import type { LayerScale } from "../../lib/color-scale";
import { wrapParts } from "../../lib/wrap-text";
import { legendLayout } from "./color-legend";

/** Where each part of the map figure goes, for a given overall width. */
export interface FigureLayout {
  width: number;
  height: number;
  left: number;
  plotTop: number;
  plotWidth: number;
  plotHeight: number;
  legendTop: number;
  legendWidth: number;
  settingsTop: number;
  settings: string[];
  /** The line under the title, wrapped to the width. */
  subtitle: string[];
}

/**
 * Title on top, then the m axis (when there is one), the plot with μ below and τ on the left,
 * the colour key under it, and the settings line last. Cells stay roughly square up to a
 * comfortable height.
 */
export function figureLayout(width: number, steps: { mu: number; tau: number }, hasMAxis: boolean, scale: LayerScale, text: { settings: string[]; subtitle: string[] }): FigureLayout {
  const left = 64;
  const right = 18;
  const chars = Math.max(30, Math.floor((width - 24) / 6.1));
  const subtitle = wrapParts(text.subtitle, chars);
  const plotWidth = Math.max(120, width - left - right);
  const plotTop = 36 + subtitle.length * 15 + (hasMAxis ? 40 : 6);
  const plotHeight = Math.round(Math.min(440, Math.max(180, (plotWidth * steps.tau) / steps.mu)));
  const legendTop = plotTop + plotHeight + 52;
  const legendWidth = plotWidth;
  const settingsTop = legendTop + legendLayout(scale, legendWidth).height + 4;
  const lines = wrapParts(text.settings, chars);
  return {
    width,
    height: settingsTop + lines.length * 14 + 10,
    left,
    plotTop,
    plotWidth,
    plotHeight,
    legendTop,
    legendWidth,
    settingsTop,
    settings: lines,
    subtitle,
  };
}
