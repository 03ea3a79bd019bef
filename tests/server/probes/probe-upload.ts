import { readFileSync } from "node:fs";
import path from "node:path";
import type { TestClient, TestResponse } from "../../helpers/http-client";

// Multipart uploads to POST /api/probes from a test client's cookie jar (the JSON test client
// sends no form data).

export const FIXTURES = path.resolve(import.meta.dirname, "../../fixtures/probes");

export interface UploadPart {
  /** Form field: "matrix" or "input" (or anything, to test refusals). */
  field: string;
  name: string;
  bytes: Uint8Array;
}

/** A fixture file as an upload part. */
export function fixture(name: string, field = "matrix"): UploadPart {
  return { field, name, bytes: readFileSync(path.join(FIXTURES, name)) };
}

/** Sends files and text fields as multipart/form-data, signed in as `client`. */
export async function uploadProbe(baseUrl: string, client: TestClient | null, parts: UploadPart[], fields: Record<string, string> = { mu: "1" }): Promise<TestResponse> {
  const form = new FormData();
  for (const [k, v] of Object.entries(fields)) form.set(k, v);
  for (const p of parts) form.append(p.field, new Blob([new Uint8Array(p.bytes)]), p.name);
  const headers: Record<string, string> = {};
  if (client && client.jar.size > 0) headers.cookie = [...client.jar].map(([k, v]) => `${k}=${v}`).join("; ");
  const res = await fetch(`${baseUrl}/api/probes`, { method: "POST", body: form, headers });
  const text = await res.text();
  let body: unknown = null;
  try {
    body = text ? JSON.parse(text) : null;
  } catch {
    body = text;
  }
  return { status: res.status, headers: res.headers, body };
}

= = = = = = =

→ What is required:
Return each line in the records that holds the string "fields".

→ Solved problem:
/** Sends files and text fields as multipart/form-data, signed in as `client`. */
export async function uploadProbe(baseUrl: string, client: TestClient | null, parts: UploadPart[], fields: Record<string, string> = { mu: "1" }): Promise<TestResponse> {
  for (const [k, v] of Object.entries(fields)) form.set(k, v);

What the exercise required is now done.